As long as he didn't provoke someone like Professor X—
Ben wouldn't get cocky. Until he hit true apex, caution came first.
Execution would always drift from theory, but as long as he kept to the main line, he could ignore the incidental chaos. Reality was unpredictable by nature.
Meanwhile, Queens was locked down. Months of massacres had everyone on edge. The gangs weren't all idiots.
Herman Odea's Gunslingers had been one of Queens' most prominent crews. With them wiped out, other gangs would abandon the area. No one wanted Death knocking on their door.
With police pressure increasing, Ben planned to expand his hunting grounds.
He was tired of picking off small fry.
He could feel that a life or two barely moved the needle now.
His life level had climbed into the extraordinary.
In plain terms, he'd leveled up—mobs now gave tiny experience.
Quantity could still stack gains, but the efficiency was awful. He needed better targets: mutants, werewolves, vampires.
For now, he'd spend time polishing his newly strengthened physique—mastery first. Call it disciplined obsession, but it paid off.
"Sleep."
Evening drowsiness settled in. Ben stretched, washed the dishes, and headed to bed. Whatever storm his actions had stirred outside, it wasn't his concern tonight.
…
Hell's Kitchen was one of New York's most chaotic—and most "peaceful"—districts.
Chaotic because gangs were everywhere—arson, assault, murder, turf wars. Residents woke each day praying to avoid bad luck.
The police couldn't clean it up.
Entangled interests left NYPD unwilling—or unable—to crack down, creating an anomalous zone in New York.

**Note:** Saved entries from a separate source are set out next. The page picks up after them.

"""Bit patterns of doubles, for maximum reductions that vectorise without fastmath.

LLVM does not vectorise a floating-point ``max`` reduction unless it may
assume there are no NaNs (a fastmath flag this project keeps off). For a
non-negative double the IEEE-754 bit pattern read as a signed 64-bit integer
orders exactly like the value, and every NaN pattern (sign cleared) is larger
than +inf's. So ``max`` over ``abs_bits(x)`` is an integer reduction, which
vectorises, and ``from_bits`` of the result is the largest |x|, or NaN if any
x was NaN: a non-finite update cannot hide.

A float32 argument (a single-precision field's difference computed in float32)
is widened to float64 first, exactly; the sweeps of ``relaxtui.kernels.sweeps``
compute their updates in float64 whatever the field's type, so their path is the
float64 one.

With ``NUMBA_DISABLE_JIT=1`` the same functions run as plain Python.
"""

import numpy as np
from numba import config

if config.DISABLE_JIT:

    def abs_bits(x):
        """|x| as its IEEE-754 bit pattern (int64)."""
        return int(np.array([abs(x)], dtype=np.float64).view(np.int64)[0])

    def from_bits(i):
        """The double whose bit pattern is the int64 ``i``."""
        return float(np.array([i], dtype=np.int64).view(np.float64)[0])

else:
    from llvmlite import ir
    from numba.core import types
    from numba.extending import intrinsic

    @intrinsic
    def abs_bits(typingctx, x):
        """|x| as its IEEE-754 bit pattern (int64) of a double; a float32 is widened to double first
        (exact, order- and NaN-preserving), so maxima of either type come back through from_bits."""
        if x == types.float32:
            sig = types.int64(types.float32)

            def codegen(context, builder, signature, args):
                bits = builder.bitcast(builder.fpext(args[0], ir.DoubleType()), ir.IntType(64))
                return builder.and_(bits, ir.Constant(ir.IntType(64), 0x7FFFFFFFFFFFFFFF))

            return sig, codegen
        sig = types.int64(types.float64)

        def codegen(context, builder, signature, args):
            bits = builder.bitcast(args[0], ir.IntType(64))
            return builder.and_(bits, ir.Constant(ir.IntType(64), 0x7FFFFFFFFFFFFFFF))

        return sig, codegen

    @intrinsic
    def from_bits(typingctx, i):
        """The double whose bit pattern is the int64 ``i``."""
        sig = types.float64(types.int64)

        def codegen(context, builder, signature, args):
            return builder.bitcast(args[0], ir.DoubleType())

        return sig, codegen
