"""Domain checks: every 4-connected group of interior cells must be anchored.

Nothing here imports numba at module level. Groups are labelled through the graph of
horizontal runs in numpy; only a picture with more than RUN_GRAPH_LIMIT runs (noise-like)
loads the compiled labelling kernel.
"""

from __future__ import annotations

from typing import Sequence

import numpy as np

from relaxtui.case.model import CONVECTION, FIXED, INTERIOR, Region
from relaxtui.errors import CaseError


def anchored_interior(cell_kind: np.ndarray) -> tuple[np.ndarray, np.ndarray]:
    """Interior cells, and those of them with a face on a fixed or convection cell.

    ``cell_kind`` is the per-cell kind integer (rows x cols). Returns two bool
    arrays of the same shape.
    """
    interior = cell_kind == INTERIOR
    anchor = (cell_kind == FIXED) | (cell_kind == CONVECTION)
    touch = np.zeros_like(interior)
    touch[1:, :] |= anchor[:-1, :]
    touch[:-1, :] |= anchor[1:, :]
    touch[:, 1:] |= anchor[:, :-1]
    touch[:, :-1] |= anchor[:, 1:]
    touch &= interior
    return interior, touch


# Above this many horizontal runs of interior cells (a noisy picture), the
# compiled labelling kernel is faster than the vectorised run graph.
RUN_GRAPH_LIMIT = 300_000


def interior_runs(interior: np.ndarray) -> tuple[np.ndarray, np.ndarray, int]:
    """Horizontal runs of true cells, in raster order.

    Returns ``starts`` and ``ends`` (exclusive) as positions in the row-major
    flattening of the mask padded by one false column on each side, and that
    padded row length. Row of a run: ``starts // stride``; its first column:
    ``starts % stride - 1``.
    """
    h, w = interior.shape
    padded = np.zeros((h, w + 2), dtype=bool)
    padded[:, 1:-1] = interior
    flat = padded.reshape(-1)
    before, after = flat[:-1], flat[1:]
    starts = np.flatnonzero(after & ~before) + 1
    ends = np.flatnonzero(before & ~after) + 1
    return starts, ends, w + 2


def _run_components(n: int, u: np.ndarray, v: np.ndarray) -> np.ndarray:
    """Connected components of n nodes joined by edges (u, v).

    Returns f with f[x] = the smallest node of x's component. Min-label
    hooking of roots plus full path compression, repeated until nothing
    changes (a Shiloach-Vishkin style iteration, vectorised).
    """
    f = np.arange(n, dtype=np.int64)
    while True:
        before = f.copy()
        fu, fv = f[u], f[v]
        np.minimum.at(f, fu, fv)
        np.minimum.at(f, fv, fu)
        while True:
            g = f[f]
            if np.array_equal(g, f):
                break
            f = g
        if np.array_equal(f, before):
            return f


def label_groups(interior: np.ndarray, runs=None) -> tuple[np.ndarray, np.ndarray, np.ndarray]:
    """4-connected groups of interior cells through the graph of horizontal runs.

    Returns per run (raster order): ``starts``, ``ends`` (padded flat
    positions, see :func:`interior_runs`; pass its result as ``runs`` to
    reuse it) and ``group``, the group number 0..count-1, numbered in raster
    order of each group's first cell.
    """
    starts, ends, stride = runs if runs is not None else interior_runs(interior)
    n = len(starts)
    # Run j of row r+1 and run i of row r share a face where their column
    # ranges overlap. Shifted up one row, j's range [qs, qe) meets the runs i
    # with ends[i] > qs and starts[i] < qe: a contiguous index range.
    qs, qe = starts - stride, ends - stride
    lo = np.searchsorted(ends, qs, side="right")
    hi = np.searchsorted(starts, qe, side="left")
    count = np.maximum(hi - lo, 0)
    total = int(count.sum())
    u = np.repeat(np.arange(n), count)
    v = np.arange(total) - np.repeat(np.cumsum(count) - count, count) + np.repeat(lo, count)
    roots = _run_components(n, u, v)
    _, group = np.unique(roots, return_inverse=True)  # roots are each group's first run
    return starts, ends, group.reshape(-1)


def _floating_runs(starts, ends, stride, touched) -> tuple[int, int, tuple[int, int]]:
    """:func:`floating_groups` from the runs and their ``touched`` flags (:func:`anchored_runs`)."""
    starts, ends, group = label_groups(None, (starts, ends, stride))
    return _first_floating(starts, ends, stride, group, touched)


def _first_floating(starts, ends, stride, group, touched) -> tuple[int, int, tuple[int, int]]:
    """(groups none of whose runs is ``touched``, size of the first, its first cell) from labelled runs."""
    ok = np.zeros(int(group.max()) + 1, dtype=bool)
    ok[group[touched]] = True
    bad = np.flatnonzero(~ok)
    if not bad.size:
        return 0, 0, (-1, -1)
    g = int(bad[0])
    mine = group == g
    size = int((ends[mine] - starts[mine]).sum())
    first = int(starts[np.argmax(mine)])
    return int(bad.size), size, (first // stride, first % stride - 1)


def floating_groups(interior: np.ndarray, touch: np.ndarray) -> tuple[int, int, tuple[int, int]]:
    """Groups of interior cells with no cell in ``touch``.

    Returns (number of such groups, size of the first one in raster order,
    (row, col) of its first cell); (0, 0, (-1, -1)) when every group is anchored.
    """
    h, w = interior.shape
    runs = interior_runs(interior)
    starts, ends, stride = runs
    if len(starts) <= RUN_GRAPH_LIMIT:
        starts, ends, group = label_groups(interior, runs)
        r, c = np.divmod(np.flatnonzero(touch), w)
        keys = r * stride + c + 1
        run_of_touch = np.searchsorted(starts, keys, side="right") - 1
        return _first_floating(starts, ends, stride, group, run_of_touch)
    from relaxtui.kernels.labels import label4

    labels, count = label4(interior)
    ok = np.zeros(count + 1, dtype=bool)
    ok[labels[touch]] = True
    ok[0] = True
    bad = np.flatnonzero(~ok)
    if not bad.size:
        return 0, 0, (-1, -1)
    g = int(bad[0])
    size = int(np.count_nonzero(labels == g))
    first = int(np.argmax(labels.reshape(-1) == g))
    return int(bad.size), size, divmod(first, w)


def check_domain(codes: np.ndarray, regions: Sequence[Region], label: str) -> None:
    """Refuse a domain without interior cells, or with a group of interior
    cells (4-connected) that touches no fixed or convection cell (the
    contract: such a group has no unique solution)."""
    _check(codes, np.array([r.kind_code for r in regions], np.int8), label, need_interior=True)


def check_anchored(codes: np.ndarray, kinds: np.ndarray, label: str) -> None:
    """Refuse a group of interior cells that touches no fixed or convection cell.

    The one anchoring check: the loader (through :func:`check_domain`) and the
    operator call it. ``kinds`` holds the per-region kind integers.
    """
    _check(codes, np.asarray(kinds, np.int8), label, need_interior=False)


STRIP_CELLS = 1 << 20  # cells per row strip of the check's temporaries (the picture is never copied whole)


def anchored_runs(codes: np.ndarray, kinds: np.ndarray, strip_cells: int | None = None):
    """The horizontal runs of interior cells (as :func:`interior_runs`) and, per run, whether one of
    its cells has a face on a fixed or convection cell: ``(starts, ends, stride, touched)``.

    Computed in row strips (with one halo row each side) of about ``strip_cells`` cells, so the
    temporaries are a strip's, not the picture's; the runs come out in raster order.
    """
    h, w = codes.shape
    stride = w + 2
    step = max(1, (STRIP_CELLS if strip_cells is None else int(strip_cells)) // max(w, 1))
    parts_s, parts_e, parts_t = [], [], []
    for a in range(0, h, step):
        b = min(h, a + step)
        lo, hi = max(0, a - 1), min(h, b + 1)
        interior, touch = anchored_interior(kinds[codes[lo:hi]])
        interior, touch = interior[a - lo : b - lo], touch[a - lo : b - lo]
        starts, ends, _ = interior_runs(interior)
        padded = np.zeros((b - a, stride), dtype=bool)
        padded[:, 1:-1] = touch
        total = np.zeros(padded.size + 1, dtype=np.int64)
        np.cumsum(padded.reshape(-1), out=total[1:])
        parts_t.append(total[ends] > total[starts])  # a touching cell within [start, end)
        parts_s.append(starts + a * stride)
        parts_e.append(ends + a * stride)
    if not parts_s:
        empty = np.zeros(0, dtype=np.int64)
        return empty, empty, stride, np.zeros(0, dtype=bool)
    return np.concatenate(parts_s), np.concatenate(parts_e), stride, np.concatenate(parts_t)


def _check(codes: np.ndarray, kinds: np.ndarray, label: str, need_interior: bool) -> None:
    starts, ends, stride, touched = anchored_runs(codes, kinds)
    if not starts.size:
        if not need_interior:
            return
        raise CaseError(f"{label}: no interior cells: no pixel belongs to a region of kind 'interior', so there is nothing to solve for")
    if starts.size <= RUN_GRAPH_LIMIT:
        nbad, size, (r, c) = _floating_runs(starts, ends, stride, touched)
    else:  # a noise-like picture: the compiled labelling kernel on the whole mask
        nbad, size, (r, c) = floating_groups(*anchored_interior(kinds[codes]))
    if nbad:
        more = f"; {nbad - 1} more such groups" if nbad > 1 else ""
        raise CaseError(
            f"{label}: a group of {size} interior cells (one of them at row {r}, column {c}) touches no fixed "
            f"or convection cell, so its values are not determined{more}; put a fixed or convection region next to it"
        )


def mask_outside_folder(case) -> str | None:
    """The resolved picture path when it lies outside the case file's folder (shared masks are
    allowed, but made visible), else None."""
    import os

    if case.path is None or case.mask_path is None:
        return None
    folder = os.path.realpath(os.path.dirname(os.path.abspath(case.path)))
    mask = os.path.realpath(case.mask_path)
    if os.path.commonpath([folder, mask]) == folder:
        return None
    return mask
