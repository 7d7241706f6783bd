"""Multigrid across MPI ranks: the coarse-level smoother one row parity at a time.

:func:`relaxtui.kernels.mg_smoother.smooth9` sweeps both row parities of a
whole level; a strip of a level needs its neighbours' edge rows between the
two halves, so here one call updates the rows of one parity (both column
colours, in the order ``smooth9`` uses) and the caller exchanges halo rows
before the next. Rows of one parity are not coupled by a 9-point stencil:
they run in parallel, and the result is that of ``smooth9`` bit for bit.
"""

import numpy as np
from numba import prange
from relaxtui.kernels._jit import kernel
from relaxtui.kernels.blocks import span
from relaxtui.kernels.mg_smoother import _smooth_row


@kernel(parallel=True)
def smooth9_rows(e, f, A, Dinv, omega, offset, parity, first_col, r0, r1, nblk):
    """Four-colour SOR of the padded rows r0..r1-1 whose global row (pi - 1 + offset) has ``parity``.

    ``first_col`` is the column parity updated first (0 in a forward sweep,
    1 in the reverse one, as in ``smooth9``).
    """
    width = e.shape[1]
    for b in prange(nblk):
        t = np.empty(width)
        lo, hi = span(b, r1 - r0, nblk)
        for k in range(lo, hi):
            pi = r0 + k
            if ((pi - 1 + offset) & 1) == parity:
                _smooth_row(e, f, A, Dinv, omega, pi, first_col, t)
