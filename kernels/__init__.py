"""Compiled relaxation kernels (numba). Arrays and scalars in, arrays out; no UI, no files.

Installed as ``relaxtui.kernels``; nothing here imports from the rest of relaxtui.
"""

# numba starts here, before any kernel module imports it: kernels/_jit.py sets its threading
# options and keeps scipy out of its start-up.
from . import _jit  # noqa: E402,F401
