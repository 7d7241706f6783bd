"""The validated problem: what a case file and its picture mean.

A :class:`Case` is produced by :func:`relaxtui.case.load_case` and consumed by
the operator assembly (``relaxtui.solver.assembled``), the reports and the UI. It holds
no numba objects and is cheap to build.
"""

from __future__ import annotations

from dataclasses import dataclass, field
from pathlib import Path

import numpy as np

# Region kinds, in the order of the contract's table. The integer of a kind is
# its position here; kernels receive these integers, never the strings.
KINDS = ("interior", "fixed", "outside", "flux", "convection")
INTERIOR, FIXED, OUTSIDE, FLUX, CONVECTION = range(5)
KIND_CODE = {name: i for i, name in enumerate(KINDS)}

# The methods a case's [solver] table, the command line and the UI accept.
# The registry with their set-up lives in relaxtui.solver.methods.
from relaxtui.options import DEFAULT_MAX_SWEEPS, DEFAULT_METHOD, DEFAULT_OMEGA, DEFAULT_TOLERANCE  # noqa: E402,F401 - one source


@dataclass(frozen=True)
class Region:
    """One declared colour of the picture and what it means.

    Parameters that do not apply to the kind are ``None``; ``conductivity`` of
    a fixed region is ``None`` unless the case gives one (then a face uses the
    neighbouring interior cell's conductivity alone).
    """

    name: str
    color: str  # "#rrggbb" lower case, or "transparent"
    kind: str  # one of KINDS
    conductivity: float | None = None  # interior: k (default 1.0); fixed: optional
    source: float = 0.0  # interior only: per unit volume, into the domain
    value: float | None = None  # fixed
    flux: float | None = None  # flux: per unit face area, into the domain
    coefficient: float | None = None  # convection: film coefficient
    ambient: float | None = None  # convection
    line: int | None = None  # line of the [[region]] header in the TOML file
    conductivity_y: float | None = None  # v1.1, interior: ky of an orthotropic region (conductivity is kx)

    @property
    def orthotropic(self) -> bool:
        return self.conductivity_y is not None

    @property
    def kind_code(self) -> int:
        return KIND_CODE[self.kind]


@dataclass(frozen=True)
class SolverDefaults:
    """The case's optional ``[solver]`` table; ``None`` where it is silent."""

    method: str | None = None
    omega: float | str | None = None  # a number in (0, 2) or "auto"
    tolerance: float | None = None
    max_sweeps: int | None = None
    precision: str | None = None  # "double" or "single" (case format v1.1)


@dataclass(eq=False)
class Case:
    """A loaded, validated case.

    ``codes[row, col]`` is the index into ``regions`` of the region the pixel
    belongs to, in image order (row 0 is the top of the picture).
    """

    path: Path | None
    mask_path: Path
    regions: tuple[Region, ...]
    codes: np.ndarray  # uint8, shape (rows, cols)
    cell_size: float = 1.0
    depth: float = 1.0
    snap: bool = False
    snapped: int = 0
    title: str | None = None
    quantity: str = "field"
    unit: str = ""
    solver: SolverDefaults = field(default_factory=SolverDefaults)
    # v1.1 (relaxtui.case.physics): contact resistances, probes, geometry, coefficient maps
    contacts: tuple = ()
    probes: tuple = ()
    geometry: str = "planar"
    maps: tuple = ()

    @property
    def per_face_physics(self) -> bool:
        """True when a v1.1 key changes the operator (contacts, orthotropy, maps, axisymmetry)."""
        return bool(self.contacts or self.maps or self.geometry != "planar"
                    or any(r.conductivity_y is not None for r in self.regions))

    @property
    def shape(self) -> tuple[int, int]:
        return (int(self.codes.shape[0]), int(self.codes.shape[1]))

    @property
    def name(self) -> str:
        """A short name for reports: the TOML file's stem, else the mask's."""
        return (self.path or self.mask_path).stem

    def kind_codes(self) -> np.ndarray:
        """Per-region kind integers (int8), index-aligned with ``regions``."""
        return np.array([r.kind_code for r in self.regions], dtype=np.int8)

    def region_counts(self) -> np.ndarray:
        """Number of cells of each region (int64), index-aligned with ``regions``."""
        return np.bincount(self.codes.ravel(), minlength=len(self.regions)).astype(np.int64)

And yet, there was peace. Because of one man.
Kingpin.
A ruler who commanded legions of thugs and gunmen, he controlled Hell's Kitchen—and much of New York's underworld. He maintained a kind of peace and enforced rules.
He understood the balance. Chaos could exist—but not enough to draw absolute government focus and NYPD wrath. If the city ever decided Hell's Kitchen produced only trash instead of profit, it would cut the rot out without mercy.
Kingpin's presence kept the gangs in line.
In a high-rise in Hell's Kitchen, on the top floor's vast, luxurious office, a massive, bald man—nearly six-foot-three, heavyset, in a gray-white suit—sat in a custom chair, paging through important documents.
A knock. The handle turned. A man stepped in.
"Got a job?"
He was a slightly weathered man with a bullseye tattooed on his forehead. Facing the terrifying figure behind the desk, his expression stayed cold—neither fearful nor deferential. An employee addressing his employer.
Because that's what they were.
"A butcher's been cutting through Queens," the big man said. "Take a look. I'm very interested, Bullseye." He smiled—a feral curl—and slid a dossier forward with a ring-laden hand.